Последняя его радость, единственная вольность, отличавшая царствование Фернанды от регентства Жермены, была весьма незначительной: по утрам он еще брился в гостиной. К этой смехотворной мелочи, единственному удовольствию за целый день, свелась вся его свобода.

Однажды утром, стоя перед зеркалом, он вдруг снова замер с бритвой в руке, как и несколько месяцев назад: на пороге появилась Жермена. В левой руке у нее был чемодан, а правой она держала за ручонку девочку, как две капли воды походившую на нее самое и на Фернанду в детстве.

На этот раз сердце у него не екнуло. Он даже испытал облегчение сродни тому, что чувствует приговоренный к смерти, когда после мучительных бессонных ночей дверь в камеру наконец открывается и входят люди в черном, Не спеша он вытер лицо. «Теперь понятно, почему она все-таки была со мной любезна после того вечера…» Он медленно обернулся, а Жермена уже разливалась соловьем:

— Милый Альбер, вы, конечно, поняли… Вот малютка Эдме. Эдме, — почти грубо подтолкнула она девочку, — беги поцелуй дедушку! Дитя несчастной любви… — добавила она приглушенным голосом. — Благодаря вам Эдме перестанет наконец страдать, согреется у домашнего очага… Скажи спасибо дедушке, дорогая, огромное спасибо!

Девочка приблизилась, и Альбер узнал в ее хитром и равнодушном личике ненавистные черты. Те же глаза, тот же взгляд исподлобья, складка у рта — Фернанда, Жермена, Эдме… «Только бы не заговорила!» Она промямлила чужую, затверженную фразу:

— Дедушка, не знаю, как и благодарить вас…

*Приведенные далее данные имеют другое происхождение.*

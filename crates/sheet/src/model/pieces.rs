//! The pieces that the wires are cut into, at the feedpoint and at the loads.

use station::hang::{Hung, WireEnd};
use station::plan::{PathPoint, Plan, Point};
use station::units::Units;

/// A shorter piece than this is no piece: the feedpoint sits at the wire's end, m.
const LEAST_M: f64 = 1e-6;
/// Wires whose corners lie nearer to each other than this are joined there, m.
const JOINT_M: f64 = 1e-3;

/// What a piece of wire ends at.
#[derive(Clone, Copy, Debug, PartialEq, Eq)]
pub enum Cut {
    /// The wire's beginning or end.
    Wire(WireEnd),
    /// The feedpoint's insulator.
    Feedpoint,
    /// The load with this index.
    Load(usize),
}

/// A piece of wire between two cuts, or a whole wire.
#[derive(Clone, Copy, Debug, PartialEq)]
pub struct Arm {
    /// Index of the wire.
    pub wire: usize,
    /// Where it begins along the wire, m.
    pub from_m: f64,
    /// Where it ends along the wire, m.
    pub to_m: f64,
    /// What it begins at.
    pub from: Cut,
    /// What it ends at.
    pub to: Cut,
}

impl Arm {
    /// Length, m.
    #[must_use]
    pub fn length_m(self) -> f64 {
        self.to_m - self.from_m
    }
}

/// All pieces of wire, in the order of their marks W1, W2, …
#[must_use]
pub fn arms(plan: &Plan) -> Vec<Arm> {
    let mut out = Vec::new();
    for (index, wire) in plan.wires.iter().enumerate() {
        let end_m = wire.cut_length_m;
        let mut cuts = vec![(0.0, Cut::Wire(WireEnd::Beginning))];
        if index == plan.feedpoint.wire {
            cuts.push((plan.feedpoint.fraction * end_m, Cut::Feedpoint));
        }
        let loads = plan.loads.iter().enumerate().filter(|(_, load)| load.wire == index);
        cuts.extend(loads.map(|(load, placed)| (placed.fraction * end_m, Cut::Load(load))));
        cuts.sort_by(|a, b| a.0.total_cmp(&b.0));
        cuts.push((end_m, Cut::Wire(WireEnd::End)));
        let pieces = cuts.windows(2).map(|pair| {
            let [(from_m, from), (to_m, to)] = [pair[0], pair[1]];
            Arm { wire: index, from_m, to_m, from, to }
        });
        out.extend(pieces.filter(|arm| arm.length_m() > LEAST_M));
    }
    out
}

/// The mark of a piece of wire: W1, W2, …
#[must_use]
pub fn arm_mark(index: usize) -> String {
    format!("W{}", index + 1)
}

/// The mark of a load: L1, L2, …
#[must_use]
pub fn load_mark(index: usize) -> String {
    format!("L{}", index + 1)
}

/// What a path is made fast to at an end.
pub(super) fn place(point: &PathPoint, end: WireEnd) -> String {
    match (point, end) {
        (PathPoint::OnSupport { support, .. }, _) => support.clone(),
        (PathPoint::Free(_), WireEnd::Beginning) => "the beginning of its path".to_owned(),
        (PathPoint::Free(_), WireEnd::End) => "the end of its path".to_owned(),
    }
}

/// From where to where a piece goes. Heights that the drawing does not measure are said here: those of the wires that
/// are not fed.
pub(super) fn route(plan: &Plan, hung: &Hung, all: &[Arm], arm: Arm, units: Units) -> String {
    let name = |cut: Cut| match cut {
        Cut::Wire(end) => end_name(plan, hung, all, (arm.wire, end), units),
        Cut::Feedpoint => "feedpoint".to_owned(),
        Cut::Load(index) => load_mark(index),
    };
    match (arm.from, arm.to) {
        (Cut::Feedpoint, Cut::Wire(_)) => format!("to {}", name(arm.to)),
        (Cut::Wire(_), Cut::Feedpoint) => format!("to {}", name(arm.from)),
        _ => format!("{} to {}", name(arm.from), name(arm.to)),
    }
}

fn end_name(plan: &Plan, hung: &Hung, all: &[Arm], (wire, end): (usize, WireEnd), units: Units) -> String {
    let path = &plan.wires[wire].path;
    let corner = match end {
        WireEnd::Beginning => hung.wires[wire].vertices.first(),
        WireEnd::End => hung.wires[wire].vertices.last(),
    };
    if let Some(mark) = corner.and_then(|corner| joined_piece(hung, all, wire, corner.at)) {
        return format!("its joint with {mark}");
    }
    let point = match end {
        WireEnd::Beginning => path.first(),
        WireEnd::End => path.last(),
    };
    let Some(point) = point else { return String::new() };
    let height_m = match point {
        PathPoint::OnSupport { height_m, .. } => *height_m,
        PathPoint::Free(at) => at.z_m,
    };
    if wire == plan.feedpoint.wire {
        return place(point, end);
    }
    format!("{}, {} up", place(point, end), units.tape(height_m))
}

/// The mark of the first piece of another wire that has a corner at this point.
fn joined_piece(hung: &Hung, all: &[Arm], wire: usize, at: Point) -> Option<String> {
    let touches = |arm: &Arm| {
        arm.wire != wire
            && hung.wires[arm.wire]
                .vertices
                .iter()
                .filter(|corner| (arm.from_m..=arm.to_m).contains(&corner.arc_m))
                .any(|corner| corner.at.distance_m(at) < JOINT_M)
    };
    all.iter().position(touches).map(arm_mark)
}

Он махнул рукой, чтобы девочка замолчала, главное, чтобы она молчала, — ведь и голос у нее такой же! Жермена следила за ним злобно, как после того случая в спальне: «Попробуй только не подчинись..» Он ясно прочел в ее глазах угрозу, потом мимолетную тревогу, и наконец — ибо Альбер по-прежнему молчал — они победно блеснули. Уже в четвертый раз в жизни из-за минутной слабости он будет обречен на страдания, он лишится покоя. Но сегодня у него даже нет выбора.

— Здравствуй, Эдме, — произнес он бесцветным голосом и нашел в себе силы потрепать девочку с недетским взглядом по щеке.

Теперь смена обеспечена навсегда. Ай да Фернанда! Это загробное пособничество, эта династия тиранок даже приводили его в своего рода восхищение. В самом деле, куда ему до них?

На следующее утро Эдме играла в саду, а Жермена тем временем составляла букет в гостиной. «Придется быть начеку, особенно в первые дни», — думала она. Жермена спала плохо: не столько шаги Альбера над головой, сколько планы и расчеты, теснившиеся у нее в голове, мешали ей спать.

Однако все они оказались ненужными! Она вдруг увидела в зеркале этого толстяка, спускавшегося по лестнице с двумя чемоданами в руках. Он очень старался идти бесшумно, но она все же расслышала, как он тихо вздохнул, прежде чем отворить входную дверь. Не отрывая глаз от зеркала, Жермена машинально продолжала поправлять букет. Она не обернулась, не шелохнулась: только бы не оглянулся Альбер и не увидел в зеркале выражения ее лица.